▸ EXCERPTED DATA:
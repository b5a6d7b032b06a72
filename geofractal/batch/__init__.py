"""Plan, parts, executor, commit and run record."""
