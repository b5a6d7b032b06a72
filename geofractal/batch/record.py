"""The run record: what went in, with what it was measured, what came out and what was refused."""

from __future__ import annotations

import sys
from collections import Counter
from collections.abc import Sequence
from dataclasses import dataclass, field
from typing import Any

import pyarrow as pa
import pyarrow.compute as pc

from geofractal.measure import Column

REASONS_KEPT = 50


def peak_memory_mb() -> float | None:
    """Return this process's peak resident memory in MB so far, or None where the system does not say."""
    try:
        import resource
    except ImportError:
        return None
    peak = resource.getrusage(resource.RUSAGE_SELF).ru_maxrss
    return round(peak / (1e6 if sys.platform == "darwin" else 1e3), 1)


@dataclass
class MeasureTally:
    """Counts of one measure on one layer, from its columns alone.

    A row counts as refused where the measure's first column is null; the reason is its note.
    """

    measure: str
    columns: Sequence[Column]
    note: str
    rows: int = 0
    refused: int = 0
    reasons: Counter[str] = field(default_factory=Counter)
    ranges: dict[str, tuple[float, float]] = field(default_factory=dict)
    words: dict[str, Counter[str]] = field(default_factory=dict)

    def add(self, batch: pa.RecordBatch) -> None:
        """Add the rows of one part."""
        missing = pc.is_null(batch.column(self.columns[0].name))
        self.rows += batch.num_rows
        self.refused += int(pc.sum(missing).as_py() or 0)
        self.reasons.update(_counted(batch.column(self.note).filter(missing)))
        for column in self.columns:
            values = batch.column(column.name).drop_null()
            if column.kind == "text" and column.name != self.note:
                self.words.setdefault(column.name, Counter()).update(_counted(values))
            elif column.kind in {"number", "count"} and len(values):
                low, high = pc.min_max(values).as_py().values()
                known = self.ranges.get(column.name, (low, high))
                self.ranges[column.name] = (min(low, known[0]), max(high, known[1]))

    def summary(self) -> dict[str, Any]:
        """Return the tally as it stands in the record."""
        kept = sorted(self.reasons.items(), key=lambda item: (-item[1], item[0]))
        reasons = dict(kept[:REASONS_KEPT])
        if len(kept) > REASONS_KEPT:
            reasons["other reasons"] = sum(count for _, count in kept[REASONS_KEPT:])
        return {
            "measure": self.measure,
            "rows": self.rows,
            "answered": self.rows - self.refused,
            "refused": self.refused,
            "refused_by_reason": reasons,
            "ranges": {name: {"min": low, "max": high} for name, (low, high) in self.ranges.items()},
            "words": {name: dict(sorted(words.items())) for name, words in self.words.items()},
        }


def _counted(values: pa.Array) -> dict[str, int]:
    counts = pc.value_counts(values.fill_null("no reason given"))
    return {entry["values"]: entry["counts"] for entry in counts.to_pylist()}
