"""One executor shape, `concurrent.futures.Executor`: in this thread, on threads, or on processes."""

from __future__ import annotations

import os
from collections import deque
from collections.abc import Callable, Iterable, Iterator
from concurrent.futures import Executor, Future, ProcessPoolExecutor, ThreadPoolExecutor
from multiprocessing import get_context
from typing import Any, TypeVar

T = TypeVar("T")


class SerialExecutor(Executor):
    """Run each call at once in this thread: the same shape, and a plain traceback."""

    def submit(self, fn: Callable[..., T], /, *args: Any, **kwargs: Any) -> Future[T]:
        """Call `fn` now and return its finished future."""
        future: Future[T] = Future()
        try:
            future.set_result(fn(*args, **kwargs))
        except Exception as error:  # noqa: BLE001 - a future carries whatever its call raised
            future.set_exception(error)
        return future


def make_executor(workers: int, *, processes: bool) -> Executor:
    """Return an executor: threads for kernels, processes for code that holds the interpreter lock."""
    if processes:
        return ProcessPoolExecutor(workers, mp_context=get_context("spawn"))
    return SerialExecutor() if workers == 1 else ThreadPoolExecutor(workers, "geofractal")


def available_workers() -> int:
    """Return the number of processors this process may use."""
    if hasattr(os, "sched_getaffinity"):
        return len(os.sched_getaffinity(0))
    return os.cpu_count() or 1


def in_order(
    executor: Executor, call: Callable[..., T], inputs: Iterable[tuple[Any, ...]], ahead: int
) -> Iterator[T]:
    """Yield ``call(*input)`` in the order of the inputs, with at most `ahead` calls under way.

    The bound is the back-pressure: a reader never runs further ahead of the work than this.
    """
    waiting: deque[Future[T]] = deque()
    try:
        for arguments in inputs:
            waiting.append(executor.submit(call, *arguments))
            if len(waiting) >= ahead:
                yield waiting.popleft().result()
        while waiting:
            yield waiting.popleft().result()
    finally:
        for future in waiting:
            future.cancel()
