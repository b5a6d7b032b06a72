"""Parts: pure work with a content key: the same rows, options and code give the same key and bytes."""

from __future__ import annotations

import hashlib
import os
from contextlib import suppress
from dataclasses import dataclass
from functools import cached_property
from pathlib import Path
from typing import Any, NamedTuple, Protocol

import numpy as np
import pyarrow as pa
import pyarrow.compute as pc
from numpy.typing import NDArray

from geofractal.batch.ladders import LadderTable, ladder_file
from geofractal.batch.spool import FID, ROW
from geofractal.config.columns import prefixed
from geofractal.config.models import MeasureRequest, Prepare
from geofractal.measure import Column, Ints, LadderMeasure, LadderRows, Lines, Values
from geofractal.reader.geometry import PROBLEMS, SourceLines, read_lines
from geofractal.reader.groups import Bucket, group_lines
from geofractal.reader.joining import join_parts
from geofractal.reader.planes import Projector
from geofractal.registry import columns_of, load_measure
from geofractal.versions import code_digest
from geofractal.writer.commit import in_plain_words
from geofractal.writer.rows import ARROW_TYPES

NOT_WANTED = "left out by the layer's where"
LEFT_OUT = Column(
    "path_left_out_km",
    "leftout_km",
    "number",
    "km",
    "length of the group's lines that its main path leaves out",
)
_NULLS = {"number": np.nan, "count": -1, "text": None, "flag": -1}
_DTYPES = {"number": np.float64, "count": np.int64, "text": object, "flag": np.int8}


@dataclass(frozen=True)
class Features:
    """Rows of a layer and their features, in the layer's own coordinates.

    `feature` gives each row's feature, -1 where it has none and `notes` says why; `names` are those of the
    features, None where nothing names them.
    """

    rows: Ints
    fids: Ints | None
    feature: Ints
    notes: NDArray[np.object_]
    lines: SourceLines
    names: pa.Array | None

    @property
    def first_rows(self) -> Ints:
        """The row of each feature, of a group its first."""
        numbers, firsts = np.unique(self.feature, return_index=True)
        return self.rows[firsts[numbers >= 0]]


class PartInput(Protocol):
    """Rows of a layer to be measured together."""

    def content(self) -> pa.RecordBatch:
        """Return all that the part's results depend on, but options and code."""

    def features(self, prepare: Prepare) -> Features:
        """Return the part's rows and features."""


@dataclass(frozen=True)
class RowsPart:
    """Consecutive rows, each a feature of its own.

    `wanted` is the layer's ``where``, None for all; `ids` name the rows where a table is to name them.
    """

    rows: Ints
    wkb: pa.Array
    fids: Ints | None = None
    wanted: NDArray[np.bool_] | None = None
    ids: pa.Array | None = None

    def content(self) -> pa.RecordBatch:
        """Return the rows with their ids, geometry and choice."""
        held = {
            "row": self.rows,
            "fid": self.fids,
            "wanted": self.wanted,
            "id": self.ids,
            "wkb": self.wkb,
        }
        return pa.RecordBatch.from_pydict(
            {name: pa.array(values) for name, values in held.items() if values is not None}
        )

    def features(self, prepare: Prepare) -> Features:
        """Return one feature for each row that has a line to measure."""
        wkb = self.wkb
        if self.wanted is not None:
            wkb = pc.if_else(pa.array(self.wanted), wkb, pa.scalar(None, wkb.type))
        lines = read_lines(wkb, **_reading(prepare))
        notes = _TEXTS[lines.problems]
        if self.wanted is not None:
            notes[~self.wanted] = NOT_WANTED
        feature = np.full(len(self.rows), -1, np.int64)
        feature[lines.rows] = np.arange(len(lines))
        names = None if self.ids is None else self.ids.take(pa.array(lines.rows))
        return Features(self.rows, self.fids, feature, notes, lines, names)


@dataclass(frozen=True)
class GroupsPart:
    """Whole groups of rows, each group a feature."""

    bucket: Bucket

    def content(self) -> pa.RecordBatch:
        """Return the rows with their ids, groups, geometry and choice."""
        return self.bucket.read()

    def features(self, prepare: Prepare) -> Features:
        """Return one feature for each group whose rows can all be read."""
        groups = group_lines(self.bucket.read(), **_reading(prepare))
        notes = np.where(groups.wanted, groups.notes, NOT_WANTED)
        names = pa.array(groups.keys, pa.string())
        return Features(groups.rows, groups.fids, groups.feature, notes, groups.lines, names)


_TEXTS = np.array([text or None for text in PROBLEMS], dtype=object)


def _reading(prepare: Prepare) -> dict[str, Any]:
    """Return the preparing steps that belong to reading geometry."""
    return prepare.model_dump(include={"boundaries", "drop_repeated", "repair"})


@dataclass(frozen=True)
class LayerWork:
    """What every part of a layer is measured with; picklable, so that processes can share it.

    `named` is the column that names features in ladder tables, None where nothing does.
    """

    requests: tuple[MeasureRequest, ...]
    projector: Projector
    prepare: Prepare
    grouped: bool = False
    named: Column | None = None

    @cached_property
    def columns(self) -> tuple[Column, ...]:
        """All result columns of the layer, in output order."""
        measured = tuple(column for request in self.requests for column in request.columns())
        return (*measured, LEFT_OUT) if self.leaves_out else measured

    @cached_property
    def ladders(self) -> tuple[LadderTable, ...]:
        """The ladder tables that are asked for."""
        return tuple(
            LadderTable(request, self.named) for request in self.requests if request.ladder_columns()
        )

    @cached_property
    def note_names(self) -> frozenset[str]:
        """Names of the measures' note columns."""
        return frozenset(note_name(request) for request in self.requests)

    @property
    def leaves_out(self) -> bool:
        """Whether a group may be reduced to its main path."""
        return self.grouped and self.prepare.branches == "main-path"

    def joined(self, lines: Lines) -> tuple[Lines, dict[int, str], NDArray[np.float64]]:
        """Return the lines with parts that meet made one, the features left out, and the length left out."""
        if self.prepare.join_within_m is None and not self.grouped:
            return lines, {}, np.zeros(len(lines))
        return join_parts(
            lines,
            tolerance_m=self.prepare.join_within_m or 0.0,
            one_path=self.grouped,
            branches=self.prepare.branches,
        )

    @cached_property
    def digest(self) -> bytes:
        """Hash of options, measures' versions and code."""
        said = [code_digest(), *map(repr, (self.projector, self.prepare, self.grouped, self.named))]
        for request in self.requests:
            measure = load_measure(request.measure)
            said += [
                request.measure,
                str(measure.version),
                request.prefix or "",
                request.options.model_dump_json(),
            ]
        return hashlib.blake2b("\x00".join(said).encode(), digest_size=16).digest()

    @property
    def needs_processes(self) -> bool:
        """Whether a measure holds the interpreter lock, so that threads would not share the work."""
        return any(load_measure(request.measure).holds_gil for request in self.requests)


def note_name(request: MeasureRequest) -> str:
    """Return the name of a request's note column, prefix included."""
    (note,) = prefixed([load_measure(request.measure).note_column()], request.prefix)
    return note.name


def part_key(work: LayerWork, part: PartInput) -> str:
    """Return the content key of a part: equal for equal rows, options, code and library versions."""
    content = part.content()
    sink = pa.BufferOutputStream()
    with pa.ipc.new_stream(sink, content.schema) as stream:
        stream.write_batch(content)
    return hashlib.blake2b(sink.getvalue(), key=work.digest, digest_size=16).hexdigest()


class MeasuredPart(NamedTuple):
    """What a run needs of a part that was measured.

    Attributes
    ----------
    results : one row for each of its rows, columns as in `LayerWork.columns`
    key : its content key, by which `ladder_file` finds the rows of ladder tables
    """

    results: pa.RecordBatch
    key: str


class PartResults(NamedTuple):
    """All that was found in a part.

    Attributes
    ----------
    results : as in `MeasuredPart`
    ladders : the rows of each of `LayerWork.ladders`
    """

    results: pa.RecordBatch
    ladders: tuple[pa.RecordBatch, ...]


def measured_part(work: LayerWork, part: PartInput, folder: Path) -> MeasuredPart:
    """Return the results of a part; rows of ladder tables stay in `folder`, where memory need not hold them.

    Results that an earlier run left in `folder` are taken, and new ones are kept there. A file that a
    power cut left unreadable counts as none.
    """
    key = part_key(work, part)
    kept = folder / f"{key}.arrow"
    ladders = [ladder_file(folder, key, place) for place in range(len(work.ladders))]
    known = [_kept(path) for path in (kept, *ladders)]
    if None not in known:
        return MeasuredPart(known[0], key)
    found = measure_part(work, part)
    for path, rows in zip(ladders, found.ladders, strict=True):
        _keep(rows, path)
    _keep(found.results, kept)
    return MeasuredPart(found.results, key)


def _kept(path: Path) -> pa.RecordBatch | None:
    """Return what an earlier run kept, None where that is nothing or cannot be read."""
    with (
        suppress(pa.ArrowException, OSError, StopIteration),
        pa.OSFile(str(path)) as source,
        pa.ipc.open_stream(source) as stream,
    ):
        return stream.read_next_batch()
    return None


def _keep(rows: pa.RecordBatch, kept: Path) -> None:
    """Write what a part found beside its place and rename it into it when whole."""
    unfinished = kept.with_suffix(f".{os.getpid()}.part")
    with in_plain_words(kept):
        with pa.OSFile(str(unfinished), "wb") as sink, pa.ipc.new_stream(sink, rows.schema) as stream:
            stream.write_batch(rows)
        unfinished.replace(kept)


def measure_part(work: LayerWork, part: PartInput) -> PartResults:
    """Measure a part: pure, and with no regard to what other parts hold."""
    features = part.features(work.prepare)
    values, problems, rungs = _measure_features(work, features.lines)
    has = features.feature >= 0
    notes = features.notes.copy()
    notes[has] = problems[features.feature[has]]
    ids = pa.nulls(len(has), pa.int64()) if features.fids is None else pa.array(features.fids)
    arrays = [pa.array(features.rows), ids]
    for column in work.columns:
        rows = _nulls(column, len(has))
        rows[has] = values[column.name][features.feature[has]]
        if column.name in work.note_names:
            rows = np.where(notes == None, rows, notes)  # noqa: E711 - elementwise
        arrays.append(_arrow(column, rows))
    names = [ROW, FID, *(column.name for column in work.columns)]
    ladders = (_ladder_batch(table, features, rungs[note_name(table.request)]) for table in work.ladders)
    return PartResults(pa.RecordBatch.from_arrays(arrays, names=names), tuple(ladders))


Rungs = dict[str, list[LadderRows]]
"""Rows of ladder tables, by the note column of their request."""


def _measure_features(work: LayerWork, lines: SourceLines) -> tuple[Values, NDArray[np.object_], Rungs]:
    """Return every column's value for each feature, why a feature lies on no plane, and what was at rungs."""
    n = len(lines)
    values: Values = {column.name: _nulls(column, n) for column in work.columns}
    problems = np.full(n, None, dtype=object)
    rungs: Rungs = {note_name(table.request): [] for table in work.ladders}
    if not n:
        return values, problems, rungs
    chunks, refused = work.projector.lines(
        np.arange(n), lines.xy, lines.part_offsets, lines.feature_offsets, lines.closed
    )
    problems[list(refused)] = list(refused.values())
    for chunk in chunks:
        joined, unjoined, left_out_m = work.joined(chunk)
        if work.leaves_out:
            values[LEFT_OUT.name][joined.rows] = left_out_m / 1000.0
        for request in work.requests:
            if load_measure(request.measure).one_path:
                values[note_name(request)][list(unjoined)] = list(unjoined.values())
                _measure_lines(request, joined, values, rungs)
            else:
                _measure_lines(request, chunk, values, rungs)
    return values, problems, rungs


def _measure_lines(request: MeasureRequest, lines: Lines, values: Values, rungs: Rungs) -> None:
    """Fill a request's columns for the features in `lines`, and add their rungs where a table is asked."""
    if not len(lines):
        return
    measure = load_measure(request.measure)
    if isinstance(measure, LadderMeasure) and request.ladder_columns():
        found, ladder = measure.measure_with_ladder(lines, request.options)
        rungs[note_name(request)].append(LadderRows(lines.rows[ladder.features], ladder.figures))
    else:
        found = measure.measure(lines, request.options)
    for own, column in zip(columns_of(measure, request.options), request.columns(), strict=True):
        values[column.name][lines.rows] = found[own.name]


def _ladder_batch(table: LadderTable, features: Features, chunks: list[LadderRows]) -> pa.RecordBatch:
    """Return a part's rows of a ladder table, feature after feature whatever chunk each was measured in."""
    owners = np.concatenate([np.empty(0, np.int64), *(chunk.features for chunk in chunks)])
    order = np.argsort(owners, kind="stable")
    arrays = [pa.array(features.first_rows[owners[order]] + 1)]
    if features.names is not None:
        arrays.append(features.names.take(pa.array(owners[order])))
    for column in table.request.ladder_columns():
        found = np.concatenate([_nulls(column, 0), *(chunk.figures[column.name] for chunk in chunks)])
        arrays.append(_arrow(column, found[order]))
    return pa.RecordBatch.from_arrays(arrays, schema=table.schema)


def _nulls(column: Column, n: int) -> NDArray[Any]:
    return np.full(n, _NULLS[column.kind], dtype=_DTYPES[column.kind])


def _arrow(column: Column, values: NDArray[Any]) -> pa.Array:
    """Return a column's values as Arrow, its nulls as nulls."""
    kind = ARROW_TYPES[column.kind]
    if column.kind == "text":
        return pa.array(values, kind)
    missing = np.isnan(values) if column.kind == "number" else values < 0
    return pa.array(values == 1 if column.kind == "flag" else values, kind, mask=missing)
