"""What a raster holds that could be a class map, from its header alone."""

from __future__ import annotations

from collections.abc import Iterator
from dataclasses import dataclass
from pathlib import Path

from geofractal.errors import ConfigError, LayerError, SourceError
from geofractal.reader.raster import RasterOptions, open_raster
from geofractal.reader.raster_plane import equal_distance_grid


@dataclass(frozen=True)
class RasterReport:
    """What one raster holds.

    Attributes
    ----------
    path : where it is
    crs : name of its CRS
    rows, columns : its shape
    cell_width_m, cell_height_m : median true size of its cells
    distortion_percent : worst error of lengths on its own grid
    warped_distortion_percent : the same on the best equal-distance plane; None where there is none
    classes : code and name of each class that the raster itself names
    nodata : codes of cells without data
    """

    path: Path
    crs: str
    rows: int
    columns: int
    cell_width_m: float
    cell_height_m: float
    distortion_percent: float
    warped_distortion_percent: float | None
    classes: dict[int, str]
    nodata: tuple[int, ...]

    def lines(self) -> Iterator[str]:
        """Yield all of it as text."""
        yield f"{self.path}: raster, {self.rows:,} rows and {self.columns:,} columns"
        yield f"  CRS: {self.crs}"
        yield f"  cells of {self.cell_width_m:.4g} by {self.cell_height_m:.4g} m"
        warped = self.warped_distortion_percent
        told = "" if warped is None else f", {warped:.2g} % on an equal-distance plane"
        yield f"  lengths are off by {self.distortion_percent:.2g} % at most on its own grid{told}"
        named = ", ".join(f"{code} {name}" for code, name in self.classes.items())
        yield f"  classes that it names: {named or 'none'}"
        yield f"  codes without data: {', '.join(map(str, self.nodata)) or 'none'}"


def inspect_raster(path: Path) -> RasterReport:
    """Return what a raster holds; no cell of it is read.

    Raises
    ------
    SourceError, LayerError
        It cannot be read as a class map: damaged, no CRS, floats, no fixed place.
    """
    raster = open_raster(path, RasterOptions(grid="source"))
    grid, legend = raster.grid, raster.legend
    width, height = grid.typical_cell
    try:
        warped = equal_distance_grid(grid)
    except (ConfigError, LayerError, SourceError):  # a plane without an Earth cannot be warped
        warped = None
    return RasterReport(
        path=path,
        crs=grid.crs.name,
        rows=grid.rows,
        columns=grid.columns,
        cell_width_m=width,
        cell_height_m=height,
        distortion_percent=100.0 * grid.distortion,
        warped_distortion_percent=None if warped is None else 100.0 * warped.distortion,
        classes={code: name for code, name in legend.own_names.items() if code not in legend.codes},
        nodata=tuple(sorted(legend.codes)),
    )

▸ TASK TO CARRY OUT:
Report the number of lines above that contain the word "codes", and only that number.

▸ ANSWER BELOW:
4